##### Dataset entries #####
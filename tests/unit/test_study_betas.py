"""Entries under `betas`: what each estimator and shrinkage takes, and what is told where that does not fit."""

from __future__ import annotations

import textwrap
from pathlib import Path

import pytest

from lineproof.facts import facts
from lineproof.problems import KnownProblem
from lineproof.specs import Study
from lineproof.study import load_study
from lineproof.wiring import Wiring

TEXT = textwrap.dedent(
    """\
    study: {name: mine, title: My study}
    data:
      returns: {file: raw.csv, columns: {security: id, date: date, return: ret}}
      market: {file: raw.csv, columns: {date: month, return: mkt}}
      riskless: {file: raw.csv, columns: {date: month, rate: bill}}
      factors: {file: raw.csv, columns: {date: month, smb: SMB, hml: HML}}
    betas:
      first: {window: 60, min: 24}
      second: {ENTRY}
    portfolios: {ten: {rank_on: second}}
    subperiods: {full: {}}
    """
)


def load(folder: Path, entry: str, text: str = TEXT) -> Study:
    (folder / "raw.csv").touch()
    path = folder / "mine.yaml"
    path.write_text(text.replace("ENTRY", entry), encoding="utf-8")
    return load_study(path)


@pytest.mark.parametrize(
    ("entry", "own"),
    [
        ("estimator: ols", {}),
        ("estimator: lagged", {"lags": 1, "leads": 0}),
        ("estimator: exponential, half_life: 24", {"half_life": 24}),
        ("estimator: downside", {"below": "mean"}),
        (
            "estimator: correlation_volatility, volatility_window: 12, volatility_min: 6",
            {"volatility_window": 12, "volatility_min_obs": 6, "overlap": 1},
        ),
    ],
)
def test_an_estimator_gets_its_own_options(tmp_path: Path, entry: str, own: dict) -> None:
    options = Wiring(load(tmp_path, entry)).options("estimate_betas-second")
    assert (options["own"], options["beside"]) == (own, [])


def test_factors_come_in_by_name(tmp_path: Path) -> None:
    wiring = Wiring(load(tmp_path, "estimator: multi_factor, factors: [hml]"))
    assert wiring.options("estimate_betas-second")["beside"] == ["hml"]
    assert wiring.beta_inputs("second")["factors"].endswith("data/factors.parquet")
    assert "factors" not in wiring.beta_inputs("first")
    assert wiring.options("read_factors")["frequency"] == "monthly"
    assert len(wiring.raw_digests("data.factors")) == 1


def test_a_shrunk_entry_is_made_from_another(tmp_path: Path) -> None:
    study = load(tmp_path, "from: first, shrink: fixed, weight: 0.6")
    wiring = Wiring(study)
    assert list(wiring.beta_inputs("second")) == ["betas"]
    options = {"shrink": "fixed", "own": {"weight": 0.6, "to": 1}, "dated": "monthly"}
    assert wiring.options("shrink_betas-second") == options
    said = facts(study)["sorts"]["ten"]
    words = "of their last 60 months (ordinary least squares; at least 24 months; shrunk to a fixed value, 1,"
    assert f"{words} with weight 0.6 on the estimate)" in said["formation"]


@pytest.mark.parametrize(
    ("entry", "place", "said"),
    [
        ("estimator: exponential", "", "the key 'half_life' is missing"),
        ("estimator: ols, lags: 1", ".lags", "estimator ols does not use 'lags'"),
        ("estimator: ols, weight: 0.5", ".weight", "'weight' is for shrinking another entry"),
        ("estimator: lagged, lags: 20, leads: 5", ".min", "min 24 is too few for a standard error"),
        ("estimator: multi_factor", "", "the key 'factors' is missing"),
        ("estimator: multi_factor, factors: [sml]", ".factors", "'sml' is not among"),
        (
            "estimator: correlation_volatility, volatility_window: 5, volatility_min: 6",
            ".volatility_min",
            "volatility_min 6 is longer than the volatility_window of 5",
        ),
        (
            "estimator: correlation_volatility, volatility_window: 70, volatility_min: 6",
            ".volatility_window",
            "volatility_window 70 is longer than the window of 60",
        ),
        (
            "estimator: correlation_volatility, volatility_window: 8, volatility_min: 6, overlap: 9",
            ".overlap",
            "overlap 9 is longer than the volatility_window of 8",
        ),
        ("from: firts, shrink: cross_section", ".from", "'firts' is not declared under betas"),
        ("from: second, shrink: cross_section", ".from", "'second' is shrunk itself"),
        ("from: first", "", "the key 'shrink' is missing"),
        ("from: first, shrink: fixed", "", "the key 'weight' is missing"),
        ("from: first, shrink: cross_section, to: 1", ".to", "cross_section does not use 'to'"),
        ("from: first, shrink: cross_section, window: 9", ".window", "does not use 'window'"),
    ],
)
def test_what_does_not_fit_is_told(tmp_path: Path, entry: str, place: str, said: str) -> None:
    with pytest.raises(KnownProblem) as told:
        load(tmp_path, entry)
    (problem,) = told.value.problems
    assert problem.where == f"mine.yaml, line 9, betas.second{place}"
    assert said in problem.found


def test_factors_are_as_frequent_as_the_returns(tmp_path: Path) -> None:
    text = TEXT.replace("hml: HML}", "hml: HML}, frequency: daily")
    with pytest.raises(KnownProblem, match=r"monthly returns are asked for, and data\.factors has"):
        load(tmp_path, "estimator: multi_factor, factors: [smb]", text)
    with pytest.raises(KnownProblem, match=r"there is no data\.factors"):
        load(tmp_path, "estimator: multi_factor, factors: [smb]", TEXT.replace("  factors", "#"))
#####
» **Directions for this task**
The answer should be nothing but the number of lines in this data that include "exponential".

» **Result of the task**
2